Für Bastler ein Paradebeispiel: Ein Milchaufschäumer mit Schrauben und verklebtem Boden. Macht für Kunden keinen Sinn, aber für den Hersteller. Denn so lässt sich das Gerät nicht reparieren, ohne es zu zerstören - und ein neues kaufen zu müssen. Dahinter steckt System, vermuten Verbraucherschützer.

Stand: 09.12.2014

Ein Film von Tobias Hübner

Was heißt "geplante Obsoleszenz"?

Obsoleszenz heißt, dass Geräte altern. Das ist normal. Nicht normal ist die "geplante Obsoleszenz". Darunter versteht man, dass Geräte Sollbruchstellen enthalten und geplant frühzeitig kaputtgehen oder nicht repariert werden können.

Werden Geräte so gebaut, dass sie schneller altern?

Stefan Schridde, der lange Controller und Berater in Industrieunternehmen war, sagt: "Oh ja!". Auf der Internetseite www.murks-nein-danke.de sammelt er Berichte über Elektrogeräte, die kurz nach Ablauf der Garantiezeit kaputtgegangen sind. Auch Edbill Grote glaubt, dass es die "geplante Obsoleszenz" gibt. Er überprüft seit 25 Jahren im Auftrag von Herstellern elektronische Bauteile und vergibt ein Prüfsiegel.

Was sagt der VDE zur "geplanten Obsoleszenz"?

Jürgen Ripperger vom Prüfinstitut des Verbandes der Elektrotechnik (VDE) sagt, dass es die "geplante Obsoleszenz" von Geräten nicht gibt. Der Konkurrenzkampf auf dem Markt setze die Hersteller unter Druck.
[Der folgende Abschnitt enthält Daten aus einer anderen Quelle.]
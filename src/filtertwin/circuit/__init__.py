"""The circuit: design files, prototypes, standard parts, Sallen-Key stages,
the as-built analog model and its noise.
"""
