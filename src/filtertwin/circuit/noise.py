"""The circuit's own noise: every resistor's thermal noise and the amplifier's voltage and
current noise, through each stage's node equations, to every filter's output.

Each stage is solved node by node at every frequency (the network of
:mod:`filtertwin.circuit.sallenkey`, the amplifier as a single-pole source behind its open-loop
output resistance), once per noise source: a resistor's thermal noise as a current source
across it (4kT/R, the Norton form of 4kTR), the amplifier's voltage noise in series with its
+ input, its current noise into each input. The sources are uncorrelated, so their output
densities add as powers. A stage's noise then passes through the stages after it; the
filter's input is driven from a noiseless source of zero impedance. The ways of a crossover
have their own amplifiers, so their noises add as powers in the sum.

Figures: integrated noise over a band (20 Hz to 20 kHz by default, also A-weighted; or a
sensor band), the level re full scale, the signal-to-noise ratio of a full-scale input, the
dynamic range from the largest output no stage clips at to the noise, and which stage and
which source dominate.

References
----------
J. B. Johnson, "Thermal agitation of electricity in conductors", Phys. Rev. 32, 97 (1928);
H. Nyquist, "Thermal agitation of electric charge in conductors", Phys. Rev. 32, 110 (1928).
SI brochure, 9th ed. (2019): the Boltzmann constant is exact.
IEC 61672-1:2013, Electroacoustics - Sound level meters - Part 1: Specifications, annex E
(the A-weighting's defining equation).
"""

from __future__ import annotations

import math
from dataclasses import dataclass

import numpy as np

from filtertwin.circuit import sallenkey
from filtertwin.circuit.design import Design, Filter
from filtertwin.circuit.sallenkey import Amplifier, StageCircuit

BOLTZMANN_J_PER_K = 1.380649e-23  # exact (SI 2019)
DEFAULT_TEMPERATURE_K = 298.15  # 25 degrees C
AUDIO_BAND_HZ = (20.0, 20000.0)
GRID_POINTS = 2000
# IEC 61672-1 annex E: pole frequencies of the A-weighting and its value at 1 kHz
_A_POLES_HZ = (20.598997, 107.65265, 737.86223, 12194.217)
_A1000_DB = -2.000
# an ideal amplifier is solved as one of this open-loop gain
_IDEAL_GAIN = 1e12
Das führe dazu, dass minderwertige Teile in Geräte eingebaut werden, weil diese immer kleiner, flacher und leichter werden sollen. Nicht die Hersteller bestimmten, was produziert wird und welche Qualität, sondern der Markt - das heißt also die Kunden.

Fazit

Ob es die "geplanten Obsoleszenz" von Geräten gibt, ist umstritten. Während die Kritiker Beweise sammeln, sagen Vertreter der Industrie, dass es keine "geplante Obsoleszenz" gibt, denn nicht die Hersteller bestimmen, was produziert wird und welche Qualität, sondern der Markt, also die Kunden.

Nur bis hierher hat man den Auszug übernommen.